What the task requires
Lines with the string "changes" in the data below: report how many there are, and write nothing but the number.

Data for this task
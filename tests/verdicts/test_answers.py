"""Sentences on requests, read from counted frames."""

from __future__ import annotations

import counted_frames
import pandas as pd

from sweep.verdicts.answers import answer_sentences


def said(**changes: object) -> list[str]:
    frames = counted_frames.frames_of(counted_frames.Sweep(**changes))
    return answer_sentences(frames["requests"], frames["answers"])


def test_every_request_is_answered_once() -> None:
    sentences = said()
    assert len(sentences) == 3
    assert sentences[0].startswith(
        "Referee 2, comment 4 asks: “Does it hold with other lags?” At the baseline the finding "
    )
    assert sentences[1].startswith("a=b & <c>. At the baseline the finding ")
    assert sentences[2] == (
        "Referee 3, all as reported asks: “Is it reproduced?” It names the baseline's own choices "
        "only. It adds no row: all that it asks was planned or had been added."
    )


def test_numbers_are_those_of_the_rows() -> None:
    frames = counted_frames.frames_of(counted_frames.Sweep())
    own = frames["answers"][frames["answers"]["request"] == 1]
    words = answer_sentences(frames["requests"], frames["answers"])[0]
    for row in own.to_dict("records"):
        state = "holds" if row["survived"] else "does not hold"
        assert f"with {row['changed']} it {state} (p " in words
    count = frames["requests"].iloc[0]
    assert f"It adds {count['added']:,} rows to the sweep, {count['admissible']:,} adm" in words
    assert f"survives in {count['survived']:,} of {count['admissible']:,}" in words


def test_requests_about_other_findings_are_left_out() -> None:
    frames = counted_frames.frames_of(counted_frames.Sweep())
    requests = frames["requests"].assign(concerned=[False, True, False])
    assert len(answer_sentences(requests, frames["answers"])) == 1
    nobody = pd.DataFrame(columns=requests.columns)
    assert answer_sentences(nobody, frames["answers"].iloc[:0]) == []


def test_a_baseline_without_an_answer_is_said() -> None:
    frames = counted_frames.frames_of(counted_frames.Sweep())
    answers = frames["answers"].assign(baseline_survives=None)
    assert "The baseline is not admissible; with" in answer_sentences(
        frames["requests"], answers
    )[0]
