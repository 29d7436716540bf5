import math

import pandas as pd
import pytest

from sweep.verdicts import words


@pytest.mark.parametrize(
    ("share", "expected"),
    [
        (0.0, "0%"),
        (1e-9, "<1%"),
        (0.00999, "<1%"),
        (0.01, "1%"),
        (0.5, "50%"),
        (0.625, "63%"),
        (0.99, "99%"),
        (0.9901, ">99%"),
        (1 - 1e-12, ">99%"),
        (1.0, "100%"),
        (None, "–"),
        (math.nan, "–"),
    ],
)
def test_a_share_is_never_rounded_to_none_or_all(share, expected):
    assert words.percent(share) == expected


@pytest.mark.parametrize("count", [1, 2, 3, 7, 50, 199, 200, 201, 1000, 10**6])
def test_only_exact_counts_give_none_or_all(count):
    for survived in {0, 1, count // 2, count - 1, count}:
        text = words.percent(survived / count)
        assert (text == "0%") == (survived == 0)
        assert (text == "100%") == (survived == count)


@pytest.mark.parametrize(
    ("value", "expected"),
    [
        (0.0, "<0.001"),
        (1e-300, "<0.001"),
        (0.0009999, "<0.001"),
        (0.001, "0.001"),
        (0.04951, "0.050"),
        (0.9994, "0.999"),
        (0.99951, ">0.999"),
        (1.0, "1.000"),
        (None, "–"),
        (pd.NA, "–"),
        (pd.NaT, "–"),
    ],
)
def test_a_p_value_is_never_written_as_nought(value, expected):
    assert words.p_text(value) == expected


def test_shares_stand_beside_their_counts():
    assert words.share_text(18, 24) == "18 of 24 (75%)"
    assert words.share_text(999, 1000) == "999 of 1,000 (>99%)"
    assert words.share_text(0, 0) == "none admissible"


@pytest.mark.parametrize(
    ("value", "expected"),
    [
        (0.5, "0.500"),
        (99.95, "100"),
        (-0.001234, "−0.00123"),
        (123456.0, "123,456"),
        (math.nan, "–"),
    ],
)
def test_numbers_keep_three_digits(value, expected):
    assert words.number(value) == expected


def test_sentences_count_and_join():
    assert words.counted(1, "single change") == "1 single change"
    assert words.counted(12, "single change") == "12 single changes"
    assert words.joined([]) == ""
    assert words.joined(["a", "b"]) == "a and b"
    assert words.reason_text("infeasible", None) == "infeasible"
    assert words.reason_text("infeasible", "too few") == "infeasible: too few"
    assert words.period_text(pd.Timestamp("2009-01-01")) == "2009-01-01"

Response
3